Hi @shadiendrawis , basically the Categorical distribution created using the softmax output contained not proper values ( this would be catched right away setting the tf.distributions.kl_divergence param value allow_nan_stats to False) . After that, all the values calculated using the action_probs_wrt_policy are not defined (entropy, kl_divergence, surrogate_loss) and the action_values = self.get_prediction(curr_state) call in the chooseAction contains Nan values. At this point I am thinking that we could perform a sanity check on self.action_probs_wrt_policy after it receives the log probs but sounds not so elegant to me and the KL divergence would be still not well defined. I reproduced this on a run using just 2 discrete actions in a multi feature continuous state space.
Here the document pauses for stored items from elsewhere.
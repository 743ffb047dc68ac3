package org.saddlebook.desk.components.api;

import java.awt.Graphics;
import java.awt.Graphics2D;
import java.awt.RenderingHints;
import java.util.List;
import java.util.Map;
import javax.swing.BorderFactory;
import javax.swing.JPanel;
import javax.swing.JTextArea;
import org.saddlebook.desk.api.Ink;
import org.saddlebook.desk.api.Marks;

/** Cautions in full, each numbered on a dog-eared strip, as on paper. */
public final class CautionList extends JPanel {
    private static final long serialVersionUID = 1L;

    private final transient Ink ink;

    /** An empty list. */
    public CautionList(Ink ink) {
        this.ink = ink;
        setLayout(new Downward());
        setOpaque(false);
        setBorder(BorderFactory.createEmptyBorder(8, 16, 0, 16));
        getAccessibleContext().setAccessibleName("Cautions");
        setVisible(false);
    }

    /**
     * Shows cautions.
     *
     * @param ids which, in this order
     * @param texts caution id to text of the whole findings, in the order of their numbers
     */
    public void show(List<String> ids, Map<String, String> texts) {
        removeAll();
        CautionNumbers numbers = new CautionNumbers(texts.keySet());
        for (String id : ids) {
            add(new Note(numbers.of(id), texts.getOrDefault(id, id)));
        }
        setVisible(!ids.isEmpty());
        revalidate();
        repaint();
    }

    private final class Note extends JTextArea {
        private static final long serialVersionUID = 1L;

        Note(int number, String text) {
            super((number > 0 ? number + "\u2002" : "") + text);
            setEditable(false);
            setLineWrap(true);
            setWrapStyleWord(true);
            setOpaque(false);
            setFont(ink.font(0.92, false));
            setForeground(ink.ink());
            setBorder(BorderFactory.createEmptyBorder(4, 10, 7, 22));
            getAccessibleContext().setAccessibleName("Caution " + (number > 0 ? number : ""));
        }

        /** Setting a text moves its caret, which would scroll the page here; only who reads with the keyboard wants that. */
        @Override
        public void scrollRectToVisible(java.awt.Rectangle area) {
            if (isFocusOwner()) {
                super.scrollRectToVisible(area);
            }
        }

        @Override
        protected void paintComponent(Graphics graphics) {
            Graphics2D g = (Graphics2D) graphics.create();
            g.setRenderingHint(RenderingHints.KEY_ANTIALIASING, RenderingHints.VALUE_ANTIALIAS_ON);
            Marks.dogEar(g, ink, 0, 0, getWidth() - 1, getHeight() - 4);
            g.dispose();
            super.paintComponent(graphics);
        }
    }
}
shadiendrawis commented 3 years ago

In that case, wouldn't it be more correct to try and fix the softmax outputs? how does adding an epsilon to the softmax outputs (which doesn't make them a probability vector) fix the problem? It would be nice if you could provide an example that we can run to reproduce the problem locally and have a better understanding about what is causing it. The reasons I'm hesitant about this fix:

  1. I feel it masks the problem instead of fixing it since the self.action_probs_wrt_policy will still hold values that don't make sense.
  2. We've seen this NaN problem happen constantly before, only to disappear later once we found the right set of hyper-parameters for the problem.
ghidellar commented 3 years ago

Hi @shadiendrawis . Sorry for the delay of this reply. I could go back to this problem lately and followed your advice. I moved the fix instead of adding the eps to the probs , adding it to the logits input to the softmax layer . Actually I found a corner case scenario ( probably due to a particular data) which was still breaking the code. Moving the fix to the logits seems to fix this case as well so seems more solid .

self.policy_mean = tf.nn.softmax(policy_values + eps, name="policy")

Please let me know if this could make sense as we are not messing with probs anymore.